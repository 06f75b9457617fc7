"""Slices from which the search for the nearest one to an expiry's quotes begins."""

from __future__ import annotations

import math

import numpy as np
from numpy.typing import NDArray

from pricer.market.svi import SviSlice

Array = NDArray[np.float64]


def prior_slice(k: Array, variances: Array) -> SviSlice:
    """The three-parameter slice through level, slope and curvature of quotes (n,) near the forward."""
    scale = math.sqrt(float(np.interp(0.0, k, variances)))
    if k.size == 1:
        return SviSlice.flat(float(variances[0]))
    near = np.exp(-0.25 * np.minimum((k / scale) ** 2, 30.0))
    degree = min(k.size - 1, 2)
    basis = np.vander(k / scale, degree + 1, increasing=True)
    level, *rest = np.linalg.lstsq(basis * near[:, None], variances * near, rcond=None)[0]
    level = float(np.clip(level, 0.5 * scale * scale, 2.0 * scale * scale))  # quotes on one side only
    curvature = 2.0 * float(rest[1]) / scale**2 if degree == 2 else None
    return SviSlice.from_forward(level, float(rest[0]) / scale, curvature)


def starting_slices(x: Array, roots: Array, weights: Array, s: float) -> list[SviSlice]:
    """Two slices by exact linear least squares for given centre and width (De Marco & Martini 2009).

    Of quotes (n,) in units of the deviation ``s``: strikes ``x``, roots of total variance, weights.
    None for fewer than four.
    """
    if x.size < 4:
        return []
    centres, widths = np.meshgrid(np.array([-2.0, -1.0, -0.3, 0.3, 1.0, 2.0]), np.array([0.3, 1.0, 3.0]))
    m, sigma = centres.ravel(), widths.ravel()
    z = x - m[:, None]
    basis = np.stack([np.ones_like(z), z, np.sqrt(z * z + sigma[:, None] ** 2)], axis=-1) * weights[:, None]
    target = roots**2 * weights
    normal = np.einsum("snp,snq->spq", basis, basis) + 1e-10 * np.eye(3)
    a, d, c = np.linalg.solve(normal, np.einsum("snp,n->sp", basis, target)[..., None])[..., 0].T
    error = np.sum((np.einsum("snp,ps->sn", basis, np.array([a, d, c])) - target) ** 2, axis=1)
    rho = d / np.where(c > 0.0, c, 1.0)
    least = a + c * sigma * np.sqrt(np.maximum(1.0 - rho * rho, 0.0))
    allowed = (c > 1e-6) & (np.abs(rho) < 0.999) & (least > 1e-4)
    order = [i for i in np.argsort(error) if allowed[i]][:2]
    return [SviSlice(s * s * a[i], s * c[i], rho[i], s * m[i], s * sigma[i]) for i in order]
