"""Does the local volatility table of a surface give the surface back? By the forward equation, without a simulation."""

from __future__ import annotations

from collections.abc import Iterator
from dataclasses import dataclass
from itertools import groupby

import numpy as np

from pricer.core.issues import Issue
from pricer.market.black import call, vega
from pricer.market.checked_surface import CheckedSurface, QuoteFit
from pricer.market.findings import Locate, nowhere, percent, warning
from pricer.market.forward_equation import model_calls
from pricer.market.local_vol_surface import LocalVolSurface
from pricer.market.volatility_quality import quote_place

#: Quotes between 10 and 90 delta whose volatility the table misses by more than this (0.05 vol points) are reported.
WORST_TABLE_MISS = 5e-4


@dataclass(frozen=True, slots=True)
class TableMiss:
    """A quote and what the model less the surface is there, in volatility of X (0.001 is 0.1 vol points)."""

    quote: QuoteFit
    error: float


def table_misses(checked: CheckedSurface) -> tuple[TableMiss, ...]:
    """What local volatility makes of every quote between 10 and 90 delta, in their order.

    To first order in the error: model price less surface price over vega, both on X.
    """
    quotes = [quote for quote in checked.quotes if quote.in_the_middle]
    groups = [list(group) for _, group in groupby(quotes, key=lambda quote: quote.expiry_date)]
    if not groups:
        return ()
    surface = checked.surface
    times = [surface.times[surface.dates.index(group[0].expiry_date)] for group in groups]
    strikes = [np.array([quote.pure_log_strike for quote in group]) for group in groups]
    found = model_calls(LocalVolSurface.from_implied(surface, horizon=times[-1]), strikes, times)
    out: list[TableMiss] = []
    for group, time, k, calls in zip(groups, times, strikes, found, strict=True):
        deviations = np.sqrt(surface.total_variance(k, time))
        errors = (calls - call(k, deviations)) / (vega(k, deviations) * np.sqrt(time))
        out.extend(TableMiss(quote, error) for quote, error in zip(group, errors.tolist(), strict=True))
    return tuple(out)


def local_vol_gates(checked: CheckedSurface, place: Locate = nowhere) -> Iterator[Issue]:
    """A warning where local volatility misses a surface that passes its checks by more than ``WORST_TABLE_MISS``.

    One that fails is not used unasked, and its failures say more. ``place`` as for
    :func:`~pricer.market.surface_quality.surface_gates`.
    """
    if not checked.passes:
        return
    missed = [miss for miss in table_misses(checked) if not abs(miss.error) <= WORST_TABLE_MISS]
    if not missed:
        return
    worst = max(missed, key=lambda miss: abs(miss.error))
    quote = worst.quote
    others = f", and {len(missed) - 1} more of its quotes by less" if len(missed) > 1 else ""
    yield warning(
        quote_place(checked.underlying_id, quote, place),
        "local-volatility-miss",
        f"the local volatility table of {checked.underlying_id} misses its surface by "
        f"{100.0 * abs(worst.error):.2f} vol points on {quote.expiry_date} at strike {quote.strike:.6g} "
        f"({percent(quote.relative_strike, 1)} of the forward){others}",
        f"quotes between 10 and 90 delta given back within {100.0 * WORST_TABLE_MISS:.2f} vol points",
        "Values under local volatility are off by as much; prefer lognormal ones where they depend on these strikes, "
        "or review quotes that are very steep there.",
    )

********************

Return each line from the records that includes the word "sigma".

    m, sigma = centres.ravel(), widths.ravel()
    basis = np.stack([np.ones_like(z), z, np.sqrt(z * z + sigma[:, None] ** 2)], axis=-1) * weights[:, None]
    least = a + c * sigma * np.sqrt(np.maximum(1.0 - rho * rho, 0.0))
    return [SviSlice(s * s * a[i], s * c[i], rho[i], s * m[i], s * sigma[i]) for i in order]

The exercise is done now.